I just want to see how he does feel in summer when I’m there for a bit but like I said he seems to more and more change and to withdraw Himself and he seems very confused and tired I don’t know
 
It's sad he doesnt communicate and open up to you. He needs to start talking or else everything will worry you, you only get worried maybe even without needing to about some things. You need to know what exactly is wrong and you can only tell by his behaviour, Im afraid. But it can go wrong so you never know. It's hard that way.
 
I just want to see how he does feel in summer when I’m there for a bit

but like I said he seems to more and more change and to withdraw Himself and he seems very confused and tired I don’t know

Thats understandble.

Its obvius he is on some sort of crisis right now and he really needs help NOW ! BUT if he isent ready or able too then there is sadly not much you can do im afraid.
 
Thats understandble.

Its obvius he is on some sort of crisis right now and he really needs help NOW ! BUT if he isent ready or able too then there is sadly not much you can do im afraid.


I do feel as strange as it sounds that something is not ok with him I don’t know why but I have this strong feeling and in the past it did seem right.

2 days ago I did ask him if he’s ok because he would just message me once and than gone every day. Well after I said I’m just worried about him and stuff and that it is not a criticism he writes again every day morning and night now. But still no answer if what’s going on. I just now he is busy with work with rehearsals and remastering a album wich are things he loves but I just feel at the moment I don’t matter anymore somehow. Because when I say something or ask him stuff he normally likes to talk about he just ignores things and never says anything to it. He sometimes answers next day. I really don’t know what to think at the moment .
 
It's sad he doesnt communicate and open up to you. He needs to start talking or else everything will worry you, you only get worried maybe even without needing to about some things. You need to know what exactly is wrong and you can only tell by his behaviour, Im afraid.
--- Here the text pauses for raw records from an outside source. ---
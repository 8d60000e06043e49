// The stock file's schema, one SQL script per version, applied in order by Database.
#pragma once
#include <cstdint>
#include <string_view>

namespace shelfstage::store::detail {

/// PRAGMA application_id of a shelfstage stock file: "SHLF" in ASCII.
inline constexpr std::int32_t kApplicationId = 0x53484C46;

/// Version 1: parts, devices, measured pieces, the append-only ledger.
/// NOTES: parts.qty == sum(ledger.delta) (trigger ledger_apply adds each new delta; UPDATE
/// and DELETE of ledger rows RAISE). Removed lines stay (removed = 1) so history keeps them.
inline constexpr std::string_view kSchemaV1 = R"sql(
CREATE TABLE devices (
  name      TEXT PRIMARY KEY COLLATE NOCASE,
  kind      TEXT NOT NULL CHECK (kind IN ('NJFET', 'PJFET', 'NPN', 'PNP')),
  idss_min  REAL,   -- amperes (JFET)
  idss_max  REAL,
  idss_typ  REAL,
  vp_min    REAL,   -- volts, signed as on a datasheet, vp_min <= vp_max (JFET)
  vp_max    REAL,
  vp_typ    REAL,
  lambda    REAL,   -- 1/V
  cgs       REAL,   -- farads
  cgd       REAL,   -- farads
  tc_idss   REAL,   -- fraction per kelvin
  tc_vp     REAL,   -- volts per kelvin, on |VP|
  hfe_min   REAL,   -- (BJT)
  hfe_max   REAL,
  hfe_typ   REAL,
  is_a      REAL,   -- amperes
  vaf       REAL,   -- volts
  cje       REAL,   -- farads
  cjc       REAL,   -- farads
  vce_sat   REAL,   -- volts
  note      TEXT NOT NULL DEFAULT ''
);

CREATE TABLE parts (
  id         INTEGER PRIMARY KEY,
  kind       TEXT NOT NULL CHECK (kind IN ('R', 'C', 'NJFET', 'PJFET', 'NPN', 'PNP')),
  value      REAL NOT NULL DEFAULT 0,        -- ohms or farads; 0 for transistors
  device     TEXT COLLATE NOCASE REFERENCES devices(name),  -- transistors only
  tol_minus  REAL,                           -- fraction below nominal; NULL: unknown
  tol_plus   REAL,                           -- fraction above nominal
  power_w    REAL,                           -- resistor rating, watts
  volts      REAL,                           -- capacitor rating, volts
  dielectric TEXT NOT NULL DEFAULT '',
  package    TEXT NOT NULL DEFAULT '',
  qty        INTEGER NOT NULL DEFAULT 0,     -- pieces on hand == sum of the ledger
  reserved   INTEGER NOT NULL DEFAULT 0,     -- pieces held for planned builds
  bin        TEXT NOT NULL DEFAULT '',
  note       TEXT NOT NULL DEFAULT '',
  removed    INTEGER NOT NULL DEFAULT 0 CHECK (removed IN (0, 1)),
  CHECK ((kind IN ('R', 'C')) = (device IS NULL)),
  CHECK (qty >= 0 AND reserved >= 0 AND reserved <= qty)
);
CREATE INDEX parts_value ON parts(kind, value);
CREATE INDEX parts_device ON parts(device);

CREATE TABLE pieces (
  id          INTEGER PRIMARY KEY,
  label       TEXT NOT NULL UNIQUE COLLATE NOCASE,
  device      TEXT NOT NULL COLLATE NOCASE REFERENCES devices(name),
  idss        REAL,                          -- amperes, measured
  vp          REAL,                          -- volts, signed, measured
  hfe         REAL,                          -- measured
  uncertainty REAL NOT NULL,                 -- fraction
  note        TEXT NOT NULL DEFAULT ''
);
CREATE INDEX pieces_device ON pieces(device);

CREATE TABLE ledger (
  id        INTEGER PRIMARY KEY,
  at        TEXT NOT NULL,                   -- ISO 8601 UTC, 2026-12-01T21:53:00Z
  part_id   INTEGER NOT NULL REFERENCES parts(id),
  part_desc TEXT NOT NULL,                   -- the line as it was described then
  delta     INTEGER NOT NULL CHECK (delta <> 0),
  reason    TEXT NOT NULL DEFAULT '',
  build_id  INTEGER                          -- builds(id) from version 2 on
);
CREATE INDEX ledger_part ON ledger(part_id);

CREATE TRIGGER ledger_no_update BEFORE UPDATE ON ledger
BEGIN SELECT RAISE(ABORT, 'the ledger is append-only'); END;
CREATE TRIGGER ledger_no_delete BEFORE DELETE ON ledger
BEGIN SELECT RAISE(ABORT, 'the ledger is append-only'); END;
CREATE TRIGGER ledger_apply AFTER INSERT ON ledger
BEGIN UPDATE parts SET qty = qty + NEW.delta WHERE id = NEW.part_id; END;
)sql";

/// Version 2: saved designs, builds with their lines, and reservations for later layers.
/// Pieces reserved under version 1 move into reservations held by no design.
/// NOTES: parts.reserved == sum(reservations.qty) (triggers below).
inline constexpr std::string_view kSchemaV2 = R"sql(
CREATE TABLE designs (
  id             TEXT PRIMARY KEY,
  created        TEXT NOT NULL,              -- ISO 8601 UTC
  spec_json      TEXT NOT NULL,
  candidate_json TEXT NOT NULL
);

CREATE TABLE builds (
  id        INTEGER PRIMARY KEY,
  design_id TEXT NOT NULL REFERENCES designs(id),
  copies    INTEGER NOT NULL CHECK (copies > 0),
  state     TEXT NOT NULL CHECK (state IN ('built', 'undone')),
  created   TEXT NOT NULL,                   -- ISO 8601 UTC
  undone    TEXT NULL,                       -- ISO 8601 UTC when undone
  CHECK ((state = 'undone') = (undone IS NOT NULL))
);
CREATE INDEX builds_design ON builds(design_id);

CREATE TABLE build_lines (
  id          INTEGER PRIMARY KEY,
  build_id    INTEGER NOT NULL REFERENCES builds(id) ON DELETE CASCADE,
  part_id     INTEGER NOT NULL REFERENCES parts(id),
  qty         INTEGER NOT NULL CHECK (qty > 0),  -- pieces taken for all copies
  designators TEXT NOT NULL DEFAULT ''           -- "R1,R3"
);
CREATE INDEX build_lines_build ON build_lines(build_id);
CREATE INDEX build_lines_part ON build_lines(part_id);

CREATE TABLE reservations (
  id        INTEGER PRIMARY KEY,
  design_id TEXT REFERENCES designs(id) ON DELETE CASCADE,  -- NULL: held outside any design
  part_id   INTEGER NOT NULL REFERENCES parts(id),
  qty       INTEGER NOT NULL CHECK (qty > 0),
  created   TEXT NOT NULL                    -- ISO 8601 UTC
);
CREATE INDEX reservations_part ON reservations(part_id);
CREATE INDEX reservations_design ON reservations(design_id);

INSERT INTO reservations (design_id, part_id, qty, created)
  SELECT NULL, id, reserved, strftime('%Y-%m-%dT%H:%M:%SZ', 'now') FROM parts WHERE reserved > 0;

CREATE TRIGGER reservations_hold AFTER INSERT ON reservations
BEGIN UPDATE parts SET reserved = reserved + NEW.qty WHERE id = NEW.part_id; END;
CREATE TRIGGER reservations_release AFTER DELETE ON reservations
BEGIN UPDATE parts SET reserved = reserved - OLD.qty WHERE id = OLD.part_id; END;
CREATE TRIGGER reservations_change AFTER UPDATE OF qty, part_id ON reservations
BEGIN
  UPDATE parts SET reserved = reserved - OLD.qty WHERE id = OLD.part_id;
  UPDATE parts SET reserved = reserved + NEW.qty WHERE id = NEW.part_id;
END;
)sql";

/// Version 3: device types can be taken off the list (devices.removed: the row stays, as stock
/// lines and the ledger name it), and the index that finds a stock line by kind, bin and value
/// in one seek (an import looks one up per row).
/// NOTES: no stock line on the shelf (removed = 0) and no measured piece names a removed
/// device (Database::remove_device keeps it; check() verifies it).
inline constexpr std::string_view kSchemaV3 = R"sql(
ALTER TABLE devices ADD COLUMN removed INTEGER NOT NULL DEFAULT 0 CHECK (removed IN (0, 1));
CREATE INDEX parts_line ON parts(kind, bin COLLATE NOCASE, value);
)sql";

/// Version 4: a transistor type's absolute maximum ratings (magnitudes; NULL: not stated).
inline constexpr std::string_view kSchemaV4 = R"sql(
ALTER TABLE devices ADD COLUMN v_max REAL;      -- volts: VDS(max) or VCEO
ALTER TABLE devices ADD COLUMN v_rev_max REAL;  -- volts: gate-source reverse or VEBO
ALTER TABLE devices ADD COLUMN p_max REAL;      -- watts at 25 °C ambient
ALTER TABLE devices ADD COLUMN p_derate REAL;   -- watts per kelvin above 25 °C
)sql";

/// Version 5: op-amp types. The kind CHECKs of devices and parts take 'OPAMP', and devices
/// gains the op-amp figures (NULL for a transistor, as the other family's are). SQLite cannot
/// alter a CHECK, so both tables are rebuilt by SQLite's documented procedure for other
/// table changes (ALTER TABLE, "Making Other Kinds Of Table Schema Changes"): a new table,
/// the rows copied, the old one dropped, the new one renamed, its indexes made again. It runs
/// in the migration's transaction with foreign keys off (Database: migrate), and
/// legacy_alter_table on for the renames, which otherwise check every trigger and refuse
/// ledger_apply and the reservation triggers while the old parts table is gone (their text
/// names parts and reads the new table once it has the name). PRAGMA foreign_key_check runs
/// before the commit. Row ids, the removed flags and every other table are kept as they were.
/// NOTES: an OPAMP stock line names a device of kind OPAMP and counts packages.
inline constexpr std::string_view kSchemaV5 = R"sql(
PRAGMA legacy_alter_table = ON;

CREATE TABLE devices_v5 (
  name      TEXT PRIMARY KEY COLLATE NOCASE,
  kind      TEXT NOT NULL CHECK (kind IN ('NJFET', 'PJFET', 'NPN', 'PNP', 'OPAMP')),
  idss_min  REAL,   -- amperes (JFET)
  idss_max  REAL,
  idss_typ  REAL,
  vp_min    REAL,   -- volts, signed as on a datasheet, vp_min <= vp_max (JFET)
  vp_max    REAL,
  vp_typ    REAL,
  lambda    REAL,   -- 1/V
  cgs       REAL,   -- farads
  cgd       REAL,   -- farads
  tc_idss   REAL,   -- fraction per kelvin
  tc_vp     REAL,   -- volts per kelvin, on |VP|
  hfe_min   REAL,   -- (BJT)
  hfe_max   REAL,
  hfe_typ   REAL,
  is_a      REAL,   -- amperes
  vaf       REAL,   -- volts
  cje       REAL,   -- farads
  cjc       REAL,   -- farads
  vce_sat   REAL,   -- volts
  note      TEXT NOT NULL DEFAULT '',
  removed   INTEGER NOT NULL DEFAULT 0 CHECK (removed IN (0, 1)),
  v_max     REAL,   -- volts: VDS(max), VCEO, or an op-amp's total supply
  v_rev_max REAL,   -- volts: gate-source reverse, VEBO, or an op-amp's differential input
  p_max     REAL,   -- watts at 25 °C ambient
  p_derate  REAL,   -- watts per kelvin above 25 °C
  channels  INTEGER, -- (op-amp) amplifiers per package
  vs_min    REAL,   -- volts, supply span V+ - V-
  vs_max    REAL,
  gbw_min   REAL,   -- hertz; NULL: not stated
  gbw       REAL,   -- hertz, typical
  slew_min  REAL,   -- volts per second; NULL: not stated
  slew      REAL,
  aol_min   REAL,   -- V/V; NULL: not stated
  aol       REAL,
  pole2     REAL,   -- hertz; NULL: one pole
  out_drop_hi  REAL,  -- volts short of V+ at light load
  out_drop_lo  REAL,  -- volts short of V-
  out_drop_ohm REAL,  -- extra drop per ampere of output current
  iout_max  REAL,   -- amperes
  cm_drop_hi REAL,  -- volts short of V+ the inputs reach (negative: beyond it)
  cm_drop_lo REAL,  -- volts short of V-
  vos       REAL,   -- volts, maximum
  ib        REAL,   -- amperes, maximum
  ios       REAL,   -- amperes, maximum; NULL: not stated
  en        REAL,   -- V per root hertz at 1 kHz
  in_a      REAL,   -- A per root hertz
  iq        REAL    -- amperes per amplifier, maximum
);
INSERT INTO devices_v5 (name, kind, idss_min, idss_max, idss_typ, vp_min, vp_max, vp_typ, lambda, cgs, cgd,
                        tc_idss, tc_vp, hfe_min, hfe_max, hfe_typ, is_a, vaf, cje, cjc, vce_sat, note, removed,
                        v_max, v_rev_max, p_max, p_derate)
  SELECT name, kind, idss_min, idss_max, idss_typ, vp_min, vp_max, vp_typ, lambda, cgs, cgd,
         tc_idss, tc_vp, hfe_min, hfe_max, hfe_typ, is_a, vaf, cje, cjc, vce_sat, note, removed,
         v_max, v_rev_max, p_max, p_derate FROM devices;
DROP TABLE devices;
ALTER TABLE devices_v5 RENAME TO devices;

CREATE TABLE parts_v5 (
  id         INTEGER PRIMARY KEY,
  kind       TEXT NOT NULL CHECK (kind IN ('R', 'C', 'NJFET', 'PJFET', 'NPN', 'PNP', 'OPAMP')),
  value      REAL NOT NULL DEFAULT 0,        -- ohms or farads; 0 for transistors and op-amps
  device     TEXT COLLATE NOCASE REFERENCES devices(name),  -- transistors and op-amps only
  tol_minus  REAL,                           -- fraction below nominal; NULL: unknown
  tol_plus   REAL,                           -- fraction above nominal
  power_w    REAL,                           -- resistor rating, watts
  volts      REAL,                           -- capacitor rating, volts
  dielectric TEXT NOT NULL DEFAULT '',
  package    TEXT NOT NULL DEFAULT '',
  qty        INTEGER NOT NULL DEFAULT 0,     -- pieces (op-amps: packages) on hand == sum of the ledger
  reserved   INTEGER NOT NULL DEFAULT 0,     -- pieces held for planned builds
  bin        TEXT NOT NULL DEFAULT '',
  note       TEXT NOT NULL DEFAULT '',
  removed    INTEGER NOT NULL DEFAULT 0 CHECK (removed IN (0, 1)),
  CHECK ((kind IN ('R', 'C')) = (device IS NULL)),
  CHECK (qty >= 0 AND reserved >= 0 AND reserved <= qty)
);
INSERT INTO parts_v5 (id, kind, value, device, tol_minus, tol_plus, power_w, volts, dielectric, package, qty,
                      reserved, bin, note, removed)
  SELECT id, kind, value, device, tol_minus, tol_plus, power_w, volts, dielectric, package, qty,
         reserved, bin, note, removed FROM parts;
DROP TABLE parts;
ALTER TABLE parts_v5 RENAME TO parts;
CREATE INDEX parts_value ON parts(kind, value);
CREATE INDEX parts_device ON parts(device);
CREATE INDEX parts_line ON parts(kind, bin COLLATE NOCASE, value);

PRAGMA legacy_alter_table = OFF;
)sql";

}  // namespace shelfstage::store::detail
But it can go wrong so you never know. It's hard that way.
It's sad he doesnt communicate and open up to you. He needs to start talking or else everything will worry you, you only get worried maybe even without needing to about some things. You need to know what exactly is wrong and you can only tell by his behaviour, Im afraid. But it can go wrong so you never know. It's hard that way.


He really doesn’t seem to comincate at all. About what’s really going on or how he feels. i Kind of feel he thinks he had this feelings Or anxiety and outbursts because of me. I think he blames me for it and gets cold towards me or avoids me because of that idea. He doesn’t seem like he does really want to think about the idea that something is wrong with him. Or that there are triggers.

it’s hard to get into perspective of this situation but it feels like he just lives in the moment between his music and mastering his practice and his job also he helps his friend a lot with installation jobs. And than he seems to be super drained or tired and just cuts of the next closest unimportant thing wich is me
. When we do a video he always seems happy to see me but lately he is not even really looking at me and he seems to be super nervous and picking his lips again. He seems super confused and frazzled.

I just wish I get something of my boyfriend back . I feel like he is super far away from me . In every case and I wish he would see that he needs some kind of help or talks to me at least.